—Pero usted no comprende — interrumpió Dalton —. Los negocios constituyen la sangre del cuerpo de nuestra sociedad. Destrúyalos y habrá destruido al hombre mismo.
—Lo dudo mucho — repuso Blaine.
—Pero la historia demuestra la posición preeminente del comercialismo. Ha construido el mundo como permanece hasta el día de hoy. Descubrió y abrió vías de progreso con sus pioneros, erigió las factorías, y…
—Ya comprendo, señor Dalton, ha leído usted mucha historia.
—Sí, señor Blaine, lo he hecho. Soy particularmente aficionado a…
—Entonces, quizás habrá usted caído en la cuenta de otras cosas también. Ideas, instituciones y creencias, siempre sobreviven al tiempo para el cual resultaron útiles. Eso lo hallará página tras página en toda nuestra historia… el mundo evoluciona y la gente y los métodos de vida, cambian asimismo. ¿Se le ha ocurrido pensar que los negocios, en la forma en que usted los concibe han sobrevivido a su tiempo de utilidad? Los negocios ya hicieron su contribución al mundo; pero el mundo continúa hacia delante. El concepto «negocio» es otro dodo(1 Dalton se incorporó rabioso, masticando furiosamente su puro y alisándose el cabello por enésima vez. —¡Por Dios! — gritó —, Ya veo lo que piensa usted. ¿Es esa también la mentalidad del Anzuelo? Blaine sonrió, sin alterarse. —No, en absoluto; esa es mi opinión estrictamente particular. No tengo la menor idea de lo que el Anzuelo pueda estar pensando.
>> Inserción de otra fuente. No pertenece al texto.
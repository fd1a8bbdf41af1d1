package org.nebulith.report.chart;

import org.knowm.xchart.XYChart;
import org.knowm.xchart.XYSeries;
import org.knowm.xchart.style.Styler;
import org.knowm.xchart.style.XYStyler;


/**
 * Interior structure of one planet: density (left axis) and pressure (right axis) against radius.
 *
 * @param radiusKm radii [km], increasing
 * @param densityKgM3 density [kg/m3]
 * @param pressureGpa pressure [GPa]
 */
public record InteriorProfileChart(double[] radiusKm, double[] densityKgM3, double[] pressureGpa) {

    public InteriorProfileChart {
        radiusKm = radiusKm.clone();
        Curve.checkGrid(radiusKm, "interior profile");
        new Curve("density", densityKgM3).check(radiusKm.length, "interior profile", false, 0, Double.MAX_VALUE);
        new Curve("pressure", pressureGpa).check(radiusKm.length, "interior profile", false, 0, Double.MAX_VALUE);
        densityKgM3 = densityKgM3.clone();
        pressureGpa = pressureGpa.clone();
    }

    /**
     * @param size figure size
     * @return the chart
     */
    public Figure chart(final ChartSize size) {
        Figure f = new Figure(size.widthPt(), size.heightPt());
        XYChart c = ChartStyle.chart(f, size.widthPt(), size.heightPt(), "Radius r [km]", "Density [kg/m3]");
        XYStyler s = c.getStyler();
        s.setXAxisMin(0.0);
        s.setXAxisMax(radiusKm[radiusKm.length - 1]);
        s.setYAxisMin(0.0);
        s.setYAxisMax(top(densityKgM3));
        s.setLegendPosition(Styler.LegendPosition.InsideNE);
        ChartStyle.line(c, "density (left)", radiusKm, densityKgM3, ChartStyle.series(0).line(), true);
        XYSeries p = ChartStyle.line(c, "pressure (right)", radiusKm, pressureGpa, ChartStyle.series(1).line(), true);
        if (p != null) {
            p.setYAxisGroup(1);
        }
        c.setYAxisGroupTitle(1, "Pressure [GPa]");
        s.setYAxisGroupPosition(1, Styler.YAxisPosition.Right);
        s.setYAxisMin(1, 0.0);
        s.setYAxisMax(1, top(pressureGpa));
        f.fill(c);
        return f;
    }

    private static double top(final double[] v) {
        double m = 0;
        for (double x : v) {
            m = Math.max(m, x);
        }
        return m > 0 ? m * 1.08 : 1;
    }
}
No estoy metido en política. «Así ocurría siempre», pensó Blaine. No importaba dónde se encontrase, siempre existiría a su alrededor alguien que tratara de arrancarle una pista, una idea, un pensamiento, el más diminuto secreto que pudiera pertenecer al Anzuelo. Al igual que una bandada de buitres, cerniéndose sobre su posible víctima, sospechando, seguramente, mucho más de lo que podría ocurrir en la realidad.